◆ **Directions for this task**
From the very first line down to the line containing "import org.polebench.InputProblem;", write out the material exactly as it appears, and no more.

◆ **Study material**
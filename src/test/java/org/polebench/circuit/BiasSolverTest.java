package org.polebench.circuit;

import static org.junit.jupiter.api.Assertions.assertEquals;
import static org.junit.jupiter.api.Assertions.assertThrows;
import static org.junit.jupiter.api.Assertions.assertTrue;

import java.nio.file.Path;
import org.apache.commons.math3.analysis.solvers.BrentSolver;
import org.junit.jupiter.api.Test;
import org.junit.jupiter.api.io.TempDir;
import org.polebench.InputProblem;

class BiasSolverTest {
    // Newton and LU solves reach round-off (~1e-15); 1e-9 relative leaves room for the
    // conditioning of a stage whose resistors span 1 kΩ to 1 MΩ.
    private static final double RELATIVE = 1e-9;

    @TempDir
    Path dir;

    private final BiasSolver solver = new BiasSolver();

    @Test
    void dividerBiasedCommonEmitterMatchesTheTheveninHandAnalysis() throws InputProblem {
        Stage stage = StageFiles.stage(dir, StageFiles.COMMON_EMITTER);

        OperatingPoint.BjtPoint q1 = solver.solve(stage).bjt("Q1");

        // Thevenin base divider, IB = (VTH − VBE)/(RTH + (β+1)RE) (Sedra and Smith, Microelectronic
        // Circuits, BJT biasing, from memory); VBE(on) = 0.65 V (common practice 0.6–0.7 V)
        double vth = 12 * 15e3 / (68e3 + 15e3);
        double rth = 68e3 * 15e3 / (68e3 + 15e3);
        double ib = (vth - 0.65) / (rth + 151 * 1.2e3);
        double ic = 150 * ib;
        double vce = 12 - ic * 4.7e3 - 151 * ib * 1.2e3;
        assertEquals(ic, q1.collectorAmps(), RELATIVE * ic);
        assertEquals(ib, q1.baseAmps(), RELATIVE * ib);
        assertEquals(vce, q1.vceVolts(), RELATIVE * vce);
        assertEquals(0.65, q1.vbeVolts(), 1e-12);
        assertEquals(Region.FORWARD_ACTIVE, q1.region());
        assertEquals(vth - ib * rth, q1.terminalVolts().get("b"), RELATIVE * vth);
    }

    @Test
    void emitterFollowerMatchesTheTheveninHandAnalysis() throws InputProblem {
        String text = String.join("\n",
                "ground: gnd",
                "supplies: {vcc: 9}",
                "input: {node: in, source-resistance: 50}",
                "output: {node: out, load: 10k}",
                "parts:",
                "  R1: {resistor: 47k, between: [vcc, b]}",
                "  R2: {resistor: 47k, between: [b, gnd]}",
                "  RE: {resistor: 2.2k, between: [e, gnd]}",
                "  C1: {capacitor: 1u, between: [in, b]}",
                "  C2: {capacitor: 10u, between: [e, out]}",
                "  Q1: {npn: {c: vcc, b: b, e: e}, beta: 100, vbe-on: 0.7, bias: auto}", "");

        OperatingPoint.BjtPoint q1 = solver.solve(StageFiles.stage(dir, text)).bjt("Q1");

        // same Thevenin closed form with the collector on the rail: VCE = VCC − IE·RE
        double vth = 4.5;
        double rth = 23.5e3;
        double ib = (vth - 0.7) / (rth + 101 * 2.2e3);
        assertEquals(100 * ib, q1.collectorAmps(), RELATIVE * 100 * ib);
        assertEquals(9 - 101 * ib * 2.2e3, q1.vceVolts(), RELATIVE * 9);
    }

    @Test
    void pnpCommonEmitterHasTheMirroredSigns() throws InputProblem {
        String text = String.join("\n",
                "ground: gnd",
                "supplies: {vcc: 12}",
                "input: {node: in, source-resistance: 600}",
                "output: {node: out, load: 47k}",
                "parts:",
                "  R1: {resistor: 15k, between: [vcc, b]}",
                "  R2: {resistor: 68k, between: [b, gnd]}",
                "  RE: {resistor: 1.2k, between: [vcc, e]}",
                "  RC: {resistor: 4.7k, between: [c, gnd]}",
                "  C1: {capacitor: 4.7u, between: [in, b]}",
                "  C2: {capacitor: 10u, between: [c, out]}",
                "  Q1: {pnp: {c: c, b: b, e: e}, beta: 120, bias: auto}", "");

        OperatingPoints points = solver.solve(StageFiles.stage(dir, text));
        OperatingPoint.BjtPoint q1 = points.bjt("Q1");

        // PNP Thevenin form: IB = (VCC − VEB − VTH)/(RTH + (β+1)RE), currents as magnitudes (same source)
        double vth = 12 * 68e3 / (15e3 + 68e3);
        double rth = 15e3 * 68e3 / (15e3 + 68e3);
        double ib = (12 - 0.65 - vth) / (rth + 121 * 1.2e3);
        double ic = 120 * ib;
        assertEquals(ic, q1.collectorAmps(), RELATIVE * ic);
        assertEquals(12 - 121 * ib * 1.2e3 - ic * 4.7e3, q1.vceVolts(), RELATIVE * 12);
        assertEquals(ic * 4.7e3, points.volts("c"), RELATIVE * 12);
        assertEquals(0.65, points.volts("e") - points.volts("b"), 1e-12);
    }

    private static final String COMMON_SOURCE = String.join("\n",
            "ground: gnd",
            "supplies: {vdd: 15}",
            "input: {node: in, source-resistance: 1k}",
            "output: {node: out, load: 100k}",
            "parts:",
            "  R1: {resistor: 1M, between: [vdd, g]}",
            "  R2: {resistor: 330k, between: [g, gnd]}",
            "  RD: {resistor: 5.6k, between: [vdd, d]}",
            "  RS: {resistor: 1k, between: [s, gnd]}",
            "  C1: {capacitor: 100n, between: [in, g]}",
            "  C2: {capacitor: 1u, between: [d, out]}",
            "  C3: {capacitor: 100u, between: [s, gnd]}",
            "  M1: {nmos: {d: d, g: g, s: s}, vth: 1.5, k: 2m, lambda: 0.01, bias: auto}", "");

    @Test
    void commonSourceWithDividerGateMatchesTheQuadraticSolution() throws InputProblem {
        OperatingPoint.MosfetPoint m1 = solver.solve(StageFiles.stage(dir, COMMON_SOURCE)).mosfet("M1");

        // ID = (k/2)u², u = VG − Vth − ID·RS  ⇒  (k·RS/2)u² + u − (VG − Vth) = 0, positive root
        // (square law as in Sedra and Smith, Microelectronic Circuits, from memory; λ ignored in DC)
        double vg = 15 * 330e3 / 1.33e6;
        double kRs = 2e-3 * 1e3;
        double u = (-1 + Math.sqrt(1 + 2 * kRs * (vg - 1.5))) / kRs;
        double id = 1e-3 * u * u;
        assertEquals(id, m1.drainAmps(), RELATIVE * id);
        assertEquals(1.5 + u, m1.vgsVolts(), RELATIVE * 3);
        assertEquals(15 - id * 5.6e3 - id * 1e3, m1.vdsVolts(), RELATIVE * 15);
        assertEquals(Region.SATURATION, m1.region());
    }

    @Test
    void pmosCommonSourceHasTheMirroredSigns() throws InputProblem {
        String text = String.join("\n",
                "ground: gnd",
                "supplies: {vdd: 15}",
                "input: {node: in, source-resistance: 1k}",
                "output: {node: out, load: 100k}",
                "parts:",
                "  R1: {resistor: 330k, between: [vdd, g]}",
                "  R2: {resistor: 1M, between: [g, gnd]}",
                "  RS: {resistor: 1k, between: [vdd, s]}",
                "  RD: {resistor: 5.6k, between: [d, gnd]}",
                "  C1: {capacitor: 100n, between: [in, g]}",
                "  C2: {capacitor: 1u, between: [d, out]}",
                "  M1: {pmos: {d: d, g: g, s: s}, vth: -1.5, k: 2m, bias: auto}", "");

        OperatingPoints points = solver.solve(StageFiles.stage(dir, text));
        OperatingPoint.MosfetPoint m1 = points.mosfet("M1");

        // mirrored: VSG = (VDD − VG) − ID·RS, same quadratic in u = VSG − |Vth| (same source)
        double vsgOpen = 15 - 15 * 1e6 / 1.33e6;
        double kRs = 2e-3 * 1e3;
        double u = (-1 + Math.sqrt(1 + 2 * kRs * (vsgOpen - 1.5))) / kRs;
        double id = 1e-3 * u * u;
        assertEquals(id, m1.drainAmps(), RELATIVE * id);
        assertEquals(id * 5.6e3, points.volts("d"), RELATIVE * 15);
        assertEquals(15 - id * 1e3, points.volts("s"), RELATIVE * 15);
    }

    @Test
    void bodyEffectRaisesTheThresholdAsTheScalarEquationSays() throws InputProblem {
        String text = COMMON_SOURCE.replace("{d: d, g: g, s: s}, vth: 1.5", "{d: d, g: g, s: s, b: gnd}, vth: 1.5,"
                + " gamma: 0.5, surface-potential: 0.7");

        OperatingPoint.MosfetPoint m1 = solver.solve(StageFiles.stage(dir, text)).mosfet("M1");

        // independent: Brent's root finder on f(ID) = ID − (k/2)(VG − ID·RS − Vth(ID·RS))², with
        // Vth(VSB) = Vth0 + γ(√(2φF + VSB) − √(2φF)) (body effect, Sedra and Smith, from memory)
        double vg = 15 * 330e3 / 1.33e6;
        java.util.function.DoubleUnaryOperator vt = vsb -> 1.5 + 0.5 * (Math.sqrt(0.7 + vsb) - Math.sqrt(0.7));
        double id = new BrentSolver(1e-18, 1e-16).solve(200, i -> {
            double u = vg - i * 1e3 - vt.applyAsDouble(i * 1e3);
            return i - 1e-3 * u * u;
        }, 0, 1.5e-3);
        assertEquals(id, m1.drainAmps(), 1e-8 * id);  // Brent's absolute accuracy 1e-16 A on ~1 mA
        assertEquals(id * 1e3, m1.vsbVolts(), 1e-8);
        assertEquals(vt.applyAsDouble(id * 1e3), m1.thresholdVolts(), 1e-8);
        assertTrue(m1.thresholdVolts() > 1.5);
    }

    @Test
    void givenCollectorCurrentIsUsedAsGiven() throws InputProblem {
        Stage stage = StageFiles.stage(dir, StageFiles.COMMON_EMITTER.replace("bias: auto", "bias: {ic: 1.1m}"));

        OperatingPoints points = solver.solve(stage);
        OperatingPoint.BjtPoint q1 = points.bjt("Q1");

        // the given current, unchanged; the node voltages follow from it by Ohm's law
        // 1e-15 relative: "1.1m" is read as 1.1 × 1e-3, one rounding
        assertEquals(1.1e-3, q1.collectorAmps(), 1e-15 * 1.1e-3);
        assertTrue(q1.currentGiven());
        assertEquals(12 - 1.1e-3 * 4.7e3, points.volts("c"), RELATIVE * 12);
        assertEquals(1.1e-3 * (1 + 1.0 / 150) * 1.2e3, points.volts("e"), RELATIVE * 12);
    }

    @Test
    void givenDrainCurrentIsUsedAsGiven() throws InputProblem {
        Stage stage = StageFiles.stage(dir, COMMON_SOURCE.replace("bias: auto", "bias: {id: 0.9m}"));

        OperatingPoints points = solver.solve(stage);

        // 1e-15 relative: "0.9m" is read as 0.9 × 1e-3, one rounding
        assertEquals(0.9e-3, points.mosfet("M1").drainAmps(), 1e-15 * 0.9e-3);
        assertEquals(15 - 0.9e-3 * 5.6e3, points.volts("d"), RELATIVE * 15);
    }

    @Test
    void scalingTheBiasCurrentScalesOnlyThatTransistor() throws InputProblem {
        OperatingPoints points = solver.solve(StageFiles.stage(dir, StageFiles.COMMON_EMITTER));

        OperatingPoints scaled = points.withCurrentScaled("Q1", 1.25);

        assertEquals(1.25 * points.bjt("Q1").collectorAmps(), scaled.bjt("Q1").collectorAmps(), 1e-18);
        assertEquals(points.bjt("Q1").vceVolts(), scaled.bjt("Q1").vceVolts());
    }

    @Test
    void saturatedTransistorIsRefusedByName() {
        // RC = 47k at IC ≈ 1.2 mA would need 55 V across it: saturated
        String text = StageFiles.COMMON_EMITTER.replace("resistor: 4.7k", "resistor: 47k");
        InputProblem problem = assertThrows(InputProblem.class, () -> solver.solve(StageFiles.stage(dir, text)));
        assertEquals(StageFiles.lineOf(text, "Q1:"), problem.line());
        assertTrue(problem.getMessage().startsWith("Q1 is saturated"), problem.getMessage());
        assertTrue(problem.hint().contains("RC to vcc"), problem.hint());
    }

    @Test
    void cutOffTransistorIsRefusedWithTheBaseVoltageInTheHint() {
        // R2 = 1k: the divider holds the base at 12·1k/69k = 0.17 V, below VBE(on)
        String text = StageFiles.COMMON_EMITTER.replace("resistor: 15k", "resistor: 1k");
        InputProblem problem = assertThrows(InputProblem.class, () -> solver.solve(StageFiles.stage(dir, text)));
        assertEquals(StageFiles.lineOf(text, "Q1:"), problem.line());
        assertTrue(problem.getMessage().startsWith("Q1 is cut off"), problem.getMessage());
        assertTrue(problem.hint().contains("0.174 V"), problem.hint());
        assertTrue(problem.hint().contains("R2 to gnd"), problem.hint());
    }

    @Test
    void theSecondOfTwoTransistorsIsNamedWhenItSaturates() throws Exception {
        String text = String.join("\n", java.nio.file.Files.readAllLines(
                StageFiles.demo("geophone-two-stage.stage.yaml"))).replace("resistor: 6.8k", "resistor: 68k");
        InputProblem problem = assertThrows(InputProblem.class, () -> solver.solve(StageFiles.stage(dir, text)));
        assertTrue(problem.getMessage().startsWith("Q2 is saturated"), problem.getMessage());
        assertEquals(StageFiles.lineOf(text, "Q2:"), problem.line());
    }

    @Test
    void mosfetBelowThresholdIsCutOff() {
        String text = COMMON_SOURCE.replace("vth: 1.5", "vth: 4.5");
        InputProblem problem = assertThrows(InputProblem.class, () -> solver.solve(StageFiles.stage(dir, text)));
        assertTrue(problem.getMessage().startsWith("M1 is cut off"), problem.getMessage());
        // with M1 off the gate sits at 15·330k/1.33M = 3.72 V and the source at 0 V
        assertTrue(problem.hint().contains("3.72 V"), problem.hint());
        assertEquals(StageFiles.lineOf(text, "M1:"), problem.line());
    }

    @Test
    void mosfetWithTooLargeADrainResistorIsInTheTriodeRegion() {
        String text = COMMON_SOURCE.replace("resistor: 5.6k", "resistor: 56k");
        InputProblem problem = assertThrows(InputProblem.class, () -> solver.solve(StageFiles.stage(dir, text)));
        assertTrue(problem.getMessage().startsWith("M1 is in the triode region"), problem.getMessage());
    }

    @Test
    void givenBiasOnATransistorWhoseEmitterHasNoOtherPathIsRefused() {
        // emitter reached only through Q1's junction and a capacitor: with a given current the
        // junction is a current source, and the emitter voltage is not fixed
        String text = StageFiles.COMMON_EMITTER.replace("  RE: {resistor: 1.2k, between: [e, gnd]}\n", "")
                .replace("bias: auto", "bias: {ic: 1m}");
        InputProblem problem = assertThrows(InputProblem.class, () -> solver.solve(StageFiles.stage(dir, text)));
        assertTrue(problem.getMessage().contains("the bias of Q1 cannot be solved"), problem.getMessage());
        assertTrue(problem.getMessage().contains("node 'e'"), problem.getMessage());
    }
}
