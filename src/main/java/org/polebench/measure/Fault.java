package org.polebench.measure;

import java.util.Locale;
import org.polebench.circuit.OperatingPoints;
import org.polebench.circuit.Stage;
import org.polebench.units.EngineeringValue;

/**
 * One way a synthesized board differs from its stage as designed: nothing, a capacitor of
 * another value, a transistor whose bias current is off by a factor, or a flat gain error
 * (a ×10 probe read as ×1, a generator level mistake). The behaviour sits on each kind, so
 * the synthesizer applies any list of them without asking which is which.
 */
public sealed interface Fault permits Fault.None, Fault.CapacitorValue, Fault.BiasCurrent, Fault.FlatGain {

    /** @return the stage as built: a capacitor fault changes its part, the others leave it */
    default Stage applyTo(Stage stage) {
        return stage;
    }

    /** @return the operating points as built: a bias fault scales one transistor's current */
    default OperatingPoints applyTo(OperatingPoints points) {
        return points;
    }

    /** @return the flat factor (V/V, positive) by which the measured gain is off; 1 for no gain fault */
    default double gainFactor() {
        return 1;
    }

    /** @return the fault in words for a sweep's provenance notes */
    String describe();

    /** The healthy board: nothing differs from the stage file. */
    record None() implements Fault {
        @Override
        public String describe() {
            return "none (healthy board)";
        }
    }

    /**
     * @param capacitor the capacitor's reference designator
     * @param farads    its value as built, positive
     */
    record CapacitorValue(String capacitor, double farads) implements Fault {
        public CapacitorValue {
            if (!(farads > 0) || !Double.isFinite(farads)) {
                throw new IllegalArgumentException(capacitor + ": a capacitor value must be positive, was " + farads);
            }
        }

        @Override
        public Stage applyTo(Stage stage) {
            return stage.withCapacitance(capacitor, farads);
        }

        @Override
        public String describe() {
            return capacitor + " fitted as " + EngineeringValue.format(farads, "F");
        }
    }

    /**
     * @param transistor the transistor's reference designator
     * @param factor     the bias current as built over the designed one, positive
     */
    record BiasCurrent(String transistor, double factor) implements Fault {
        public BiasCurrent {
            if (!(factor > 0) || !Double.isFinite(factor)) {
                throw new IllegalArgumentException(transistor + ": a bias factor must be positive, was " + factor);
            }
        }

        @Override
        public OperatingPoints applyTo(OperatingPoints points) {
            return points.withCurrentScaled(transistor, factor);
        }

        @Override
        public String describe() {
            return transistor + " bias current ×" + String.format(Locale.ROOT, "%.4g", factor);
        }
    }

    /** @param factor measured gain over true gain, V/V, positive (10 for a ×10 probe read as ×1) */
    record FlatGain(double factor) implements Fault {
        public FlatGain {
            if (!(factor > 0) || !Double.isFinite(factor)) {
                throw new IllegalArgumentException("a gain factor must be positive, was " + factor);
            }
        }

        @Override
        public double gainFactor() {
            return factor;
        }

        @Override
        public String describe() {
            return String.format(Locale.ROOT, "flat gain ×%.4g (%+.2f dB)", factor, 20 * Math.log10(factor));
        }
    }
}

◆ **Solution to this task**
filename src/test/java/org/polebench/circuit/BiasSolverTest.java
package org.polebench.circuit;

import static org.junit.jupiter.api.Assertions.assertEquals;
import static org.junit.jupiter.api.Assertions.assertThrows;
import static org.junit.jupiter.api.Assertions.assertTrue;

import java.nio.file.Path;
import org.apache.commons.math3.analysis.solvers.BrentSolver;
import org.junit.jupiter.api.Test;
import org.junit.jupiter.api.io.TempDir;
import org.polebench.InputProblem;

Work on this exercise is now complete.